Tafsir Surat Yunus Ayat 9: Petunjuk dan Kebahagiaan untuk Orang Beriman
NU Online · Kamis, 15 Mei 2025 | 20:00 WIB
Zainuddin Lubis
Penulis
Orang bisa punya peta, tapi tetap tersesat. Pengendara punya Google Maps, tapi tetap salah jalan. Pengelana pun sama, punya kompas, tapi tetap saja salah arah.
Karena arah, kadang bukan soal jalan, tapi tentang siapa yang menuntun. Dan iman, dalam dunia yang begitu riuh oleh data, harta, dosa, dan gelar, justru terdengar seperti sisa nyanyian masa lalu. Tapi kepada merekalah, “Orang-orang yang beriman dan beramal saleh”, Tuhan menjanjikan petunjuk. Bukan karena angka-angka, bukan karena kekuasaan, tapi bi imânihim, karena iman mereka pada Allah, Tuhan manusia.
Ini ditegaskan Allah, lewat ayat 9 dari Surat Yunus. Ayat ini berbisik: ada navigasi yang datang bukan dari kompas, tapi dari keyakinan iman. Tuhan membimbing mereka dengan iman mereka sendiri. Iman bukan sekadar keyakinan yang kaku; ia adalah cahaya yang menghidupkan arah. Maka petunjuk itu tidak turun seperti lampu jalan, tapi tumbuh dari dalam dada.
Tuhan, kata ayat itu, “Memberi petunjuk karena keimanan mereka.” Bukan karena kekuatan mereka.
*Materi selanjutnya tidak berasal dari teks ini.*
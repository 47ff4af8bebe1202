/** `analyzeRecords`: run a processing pipeline on recorded traces — the `analyze` command as a function. */
import { z } from 'zod';
import { analyzeToDirectory, type AnalyzeResult } from '../app/recorded/analyze.ts';
import { DEFAULTS } from './defaults.ts';
import { abortSignal, flag, pathText, readOptions } from './options.ts';
import { recordsShape, recordsUnit, type RecordsOptions } from './records-options.ts';

/** The options of `analyzeRecords` (the `analyze` command's, by the same defaults). */
export interface AnalyzeRecordsOptions extends RecordsOptions {
  /** Folder for the tables; must be empty unless `force`. Required. */
  outDir: string;
  /**
   * Pipeline file (YAML or JSON): the processing keys, sample rate, carrier, calibration.
   * Default: boxcar over the record, reference phase auto, midpoint threshold.
   */
  pipeline?: string;
  /** Also write every table as Parquet (X.parquet beside X.arrow). Default false. */
  parquet?: boolean;
  /** Replace the files of a non-empty `outDir`. Default false. */
  force?: boolean;
  /** Aborting it stops the analysis between batches of records (a RunInterrupted error). */
  signal?: AbortSignal;
}

/** What `analyzeRecords` found: the calibration, the summary against the labels (null without), notes, files. */
export type AnalyzeRecordsResult = AnalyzeResult;

const schema: z.ZodType<AnalyzeRecordsOptions> = z.strictObject({
  ...recordsShape,
  outDir: pathText('a folder path (string)'),
  pipeline: pathText('a pipeline file path (string)').optional(),
  parquet: flag().optional(),
  force: flag().optional(),
  signal: abortSignal().optional(),
});

/**
 * Runs a processing pipeline on recorded traces and writes the run's tables (scored against the
 * labels when given) to `outDir`: the `analyze` command. Problems are `InputError`s.
 */
export async function analyzeRecords(options: AnalyzeRecordsOptions): Promise<AnalyzeRecordsResult> {
  const o = readOptions('analyzeRecords', schema, options);
  return analyzeToDirectory({
    records: o.records, pipelinePath: o.pipeline, outDir: o.outDir, labels: o.labels, force: o.force ?? DEFAULTS.force,
    sampleRate: o.sampleRate, carrierFrequency: o.carrier === 'none' ? 0 : o.carrier, window: o.window, scale: o.scale,
    unit: recordsUnit(o.unit), parquet: o.parquet ?? DEFAULTS.parquet, signal: o.signal,
  });
}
Bukan karena kecerdasan atau warisan leluhur mereka. Tetapi karena iman: sesuatu yang tak bisa dijual di pasar, tak bisa dipaksakan lewat senjata, dan tak bisa diwariskan seperti tanah.
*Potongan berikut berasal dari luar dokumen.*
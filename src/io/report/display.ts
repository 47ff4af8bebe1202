/**
 * Display units for the report: an SI value is shown as value × factor in a prefixed unit
 * ("pA", "µs"), energies in eV and angles in degrees. Also short number formats.
 */
import { ELEMENTARY_CHARGE } from '../../physics/constants.ts';

/** How to show values of one SI unit: shown = SI · factor, in `label`. */
export interface DisplayUnit {
  factor: number;
  label: string;
}

const PREFIXES: [number, string][] = [
  [1e12, 'T'], [1e9, 'G'], [1e6, 'M'], [1e3, 'k'], [1, ''], [1e-3, 'm'], [1e-6, 'µ'], [1e-9, 'n'], [1e-12, 'p'], [1e-15, 'f'],
];

/** How a unit symbol reads on the page. */
function readable(unit: string): string {
  return unit.replace('rtHz', '√Hz').replace(/^Ohm$/, 'Ω');
}

/** The display unit for values of `unit` whose largest magnitude is `size`. */
export function displayUnit(unit: string, size: number): DisplayUnit {
  if (unit === '') return { factor: 1, label: '' };
  if (unit === 'rad') return { factor: 180 / Math.PI, label: '°' };
  const [base, scale] = unit === 'J' ? ['eV', 1 / ELEMENTARY_CHARGE] : [unit, 1];
  const s = Math.abs(size) * scale;
  if (!Number.isFinite(s) || s === 0) return { factor: scale, label: readable(base) };
  for (const [p, prefix] of PREFIXES) {
    if (s / p >= 1 && s / p < 1000) return { factor: scale / p, label: prefix + readable(base) };
  }
  const [p, prefix] = s >= 1000 ? PREFIXES[0]! : PREFIXES[PREFIXES.length - 1]!;
  return { factor: scale / p, label: prefix + readable(base) };
}

/** "label (unit)" or just the label. */
export function withUnit(label: string, d: DisplayUnit): string {
  return d.label ? `${label} (${d.label})` : label;
}

/** A number in 4 significant digits without trailing zeros. */
export function short(x: number, digits = 4): string {
  if (!Number.isFinite(x)) return '—';
  return String(Number(x.toPrecision(digits)));
}

/** A value with its display unit: "8 µs". */
export function showValue(x: number, unit: string): string {
  const d = displayUnit(unit, x);
  return d.label ? `${short(x * d.factor)} ${d.label}` : short(x);
}

/** A probability: "2.36e-3", "0". */
export function probability(p: number): string {
  if (!Number.isFinite(p)) return '—';
  if (p === 0) return '0';
  return p.toExponential(2);
}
Penulis membayangkan, mungkin iman adalah semacam gerak batin. Seperti kompas yang tidak berteriak, tapi diam-diam menarik jarum ke Barat. Ia tidak membebaskan manusia dari penderitaan, tetapi membimbing manusia ke dalam penderitaan yang bermakna. Dan dari situlah petunjuk itu datang: bukan dari luar, tapi dari dalam.
Simak firman Allah ini;
اِنَّ الَّذِيْنَ اٰمَنُوْا وَعَمِلُوا الصّٰلِحٰتِ يَهْدِيْهِمْ رَبُّهُمْ بِاِيْمَانِهِمْۚ تَجْرِيْ مِنْ تَحْتِهِمُ الْاَنْهٰرُ فِيْ جَنّٰتِ النَّعِيْمِ ٩
innalladzîna âmanû wa ‘amilush-shâliḫâti yahdîhim rabbuhum bi'îmânihim, tajrî min taḫtihimul-an-hâru fî jannâtin-na‘îm
Artinya; "Sesungguhnya orang-orang yang beriman dan beramal saleh, niscaya mereka diberi petunjuk oleh Tuhan karena keimanannya. (Mereka berada) di dalam surga yang penuh kenikmatan yang mengalir di bawahnya sungai-sungai."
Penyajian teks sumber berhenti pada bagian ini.